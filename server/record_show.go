package server

import (
	"net/http"

	"github.com/labstack/echo/v4"

	"tripwell/store"
)

// recordShow gives the exact bytes a record was received as, for whoever checks them against a leaf.
func (s *Server) recordShow(c echo.Context) error {
	var raw []byte
	err := s.store.View(scope(c), func(v *store.View) (err error) {
		raw, _, err = v.Record(c.Param("record"))
		return err
	})
	if err != nil {
		return err
	}
	return sendBytes(c, http.StatusOK, "text/plain; charset=utf-8", raw)
}
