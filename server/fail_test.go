package server

import (
	"encoding/json"
	"errors"
	"fmt"
	"net/http"
	"net/http/httptest"
	"strings"
	"testing"

	"github.com/labstack/echo/v4"

	"tripwell/store"
)

func TestFail_EveryCodeHasItsStatusAndWireShape(t *testing.T) {
	s, err := New(nil, Options{})
	if err != nil {
		t.Fatal(err)
	}
	// DEVELOPERS.md, error codes on the wire.
	want := map[string]int{"invalid": 400, "not_signed_in": 401, "forbidden": 403, "not_found": 404, "conflict": 409, "stale": 409,
		"too_large": 413, "busy": 429, "unavailable": 503, "internal": 500}
	if len(statuses) != len(want) {
		t.Errorf("got %d codes, want %d", len(statuses), len(want))
	}
	for code, status := range want {
		e := echo.New()
		rec := httptest.NewRecorder()
		c := e.NewContext(httptest.NewRequest(http.MethodGet, "/exchange/pull", nil), rec)
		s.fail(fmt.Errorf("wrapped: %w", &store.Error{Code: code, Field: "f", Text: "A sentence."}), c)
		if rec.Code != status {
			t.Errorf("%s: got %d, want %d", code, rec.Code, status)
		}
		var got wrongBody
		if err := json.Unmarshal(rec.Body.Bytes(), &got); err != nil {
			t.Fatalf("%s: %v in %s", code, err, rec.Body)
		}
		if got.Error.Code != code {
			t.Errorf("got code %q, want %q", got.Error.Code, code)
		}
		if waits := rec.Header().Get("Retry-After") != ""; waits != (code == "busy" || code == "unavailable") {
			t.Errorf("%s: Retry-After is %q", code, rec.Header().Get("Retry-After"))
		}
		if s.words.Say("access.error_"+code) == "access.error_"+code {
			t.Errorf("%s: the words catalogue has no heading for it", code)
		}
	}
}

func TestFail_InternalTextStaysHere(t *testing.T) {
	for _, err := range []error{errors.New("bucket secret-bucket: page 7 broken"), &store.Error{Code: "no_such_code", Text: "secret-bucket"}} {
		w, fault := wrongOf(err)
		if !fault || w.Code != "internal" || w.Ref == "" || !strings.Contains(w.Text, w.Ref) || strings.Contains(w.Text, "secret-bucket") {
			t.Errorf("%v: got %+v, fault %v; want an internal error with only a reference", err, w, fault)
		}
	}
}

######

__Brief__:
Display every line of the listing that contains the string "want".

__Answer to this exercise__:
	want := map[string]int{"invalid": 400, "not_signed_in": 401, "forbidden": 403, "not_found": 404, "conflict": 409, "stale": 409,
	if len(statuses) != len(want) {
		t.Errorf("got %d codes, want %d", len(statuses), len(want))
	for code, status := range want {
			t.Errorf("%s: got %d, want %d", code, rec.Code, status)
			t.Errorf("got code %q, want %q", got.Error.Code, code)
			t.Errorf("%v: got %+v, fault %v; want an internal error with only a reference", err, w, fault)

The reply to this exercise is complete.